*** Opening Given information ***
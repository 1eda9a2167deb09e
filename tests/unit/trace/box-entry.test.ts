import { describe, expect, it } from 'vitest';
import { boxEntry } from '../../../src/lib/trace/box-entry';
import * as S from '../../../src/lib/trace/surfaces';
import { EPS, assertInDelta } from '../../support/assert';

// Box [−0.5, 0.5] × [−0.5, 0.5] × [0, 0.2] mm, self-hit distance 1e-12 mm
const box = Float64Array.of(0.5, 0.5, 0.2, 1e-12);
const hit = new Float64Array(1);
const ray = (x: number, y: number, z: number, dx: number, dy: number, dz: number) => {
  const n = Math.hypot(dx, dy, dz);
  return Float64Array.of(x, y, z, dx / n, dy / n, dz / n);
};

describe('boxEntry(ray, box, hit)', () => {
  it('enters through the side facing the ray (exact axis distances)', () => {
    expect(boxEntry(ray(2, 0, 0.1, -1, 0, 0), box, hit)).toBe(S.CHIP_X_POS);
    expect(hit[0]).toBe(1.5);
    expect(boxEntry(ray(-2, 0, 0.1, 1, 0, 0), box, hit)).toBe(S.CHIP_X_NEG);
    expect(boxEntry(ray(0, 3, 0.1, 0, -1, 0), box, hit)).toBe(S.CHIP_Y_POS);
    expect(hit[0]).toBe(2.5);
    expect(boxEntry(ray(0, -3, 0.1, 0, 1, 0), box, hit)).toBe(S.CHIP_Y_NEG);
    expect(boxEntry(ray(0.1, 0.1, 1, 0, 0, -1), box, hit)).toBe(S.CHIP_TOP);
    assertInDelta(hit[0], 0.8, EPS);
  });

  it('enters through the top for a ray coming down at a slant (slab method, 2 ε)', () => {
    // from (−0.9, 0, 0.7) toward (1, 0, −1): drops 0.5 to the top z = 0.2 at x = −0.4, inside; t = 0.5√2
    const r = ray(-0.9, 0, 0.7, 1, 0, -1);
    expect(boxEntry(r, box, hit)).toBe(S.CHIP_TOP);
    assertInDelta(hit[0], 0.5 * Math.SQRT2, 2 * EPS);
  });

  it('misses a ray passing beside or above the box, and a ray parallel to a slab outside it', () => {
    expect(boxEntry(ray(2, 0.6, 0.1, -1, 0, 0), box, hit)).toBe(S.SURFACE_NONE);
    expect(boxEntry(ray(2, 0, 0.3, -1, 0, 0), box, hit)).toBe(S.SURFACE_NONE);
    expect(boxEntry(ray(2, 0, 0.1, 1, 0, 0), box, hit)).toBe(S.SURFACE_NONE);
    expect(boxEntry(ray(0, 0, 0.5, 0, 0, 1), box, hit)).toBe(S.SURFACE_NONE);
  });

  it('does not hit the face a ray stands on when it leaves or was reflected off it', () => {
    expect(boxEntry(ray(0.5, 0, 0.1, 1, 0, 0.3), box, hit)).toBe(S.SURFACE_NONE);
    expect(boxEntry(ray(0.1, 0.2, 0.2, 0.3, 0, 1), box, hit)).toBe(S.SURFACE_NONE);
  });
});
*** Closing Given information ***
* **About this task**: Repeat, character for character, the lines of the material above from the line with "expect(hit[0]).toBe(2.5);" through the line with "0.1, 1, 0, 0), box, hit)).toBe(S.SURFACE_NONE);".

* **Exercise result**:
    expect(hit[0]).toBe(2.5);
    expect(boxEntry(ray(0, -3, 0.1, 0, 1, 0), box, hit)).toBe(S.CHIP_Y_NEG);
    expect(boxEntry(ray(0.1, 0.1, 1, 0, 0, -1), box, hit)).toBe(S.CHIP_TOP);
    assertInDelta(hit[0], 0.8, EPS);
  });

  it('enters through the top for a ray coming down at a slant (slab method, 2 ε)', () => {
    // from (−0.9, 0, 0.7) toward (1, 0, −1): drops 0.5 to the top z = 0.2 at x = −0.4, inside; t = 0.5√2
    const r = ray(-0.9, 0, 0.7, 1, 0, -1);
    expect(boxEntry(r, box, hit)).toBe(S.CHIP_TOP);
    assertInDelta(hit[0], 0.5 * Math.SQRT2, 2 * EPS);
  });

  it('misses a ray passing beside or above the box, and a ray parallel to a slab outside it', () => {
    expect(boxEntry(ray(2, 0.6, 0.1, -1, 0, 0), box, hit)).toBe(S.SURFACE_NONE);
    expect(boxEntry(ray(2, 0, 0.3, -1, 0, 0), box, hit)).toBe(S.SURFACE_NONE);
    expect(boxEntry(ray(2, 0, 0.1, 1, 0, 0), box, hit)).toBe(S.SURFACE_NONE);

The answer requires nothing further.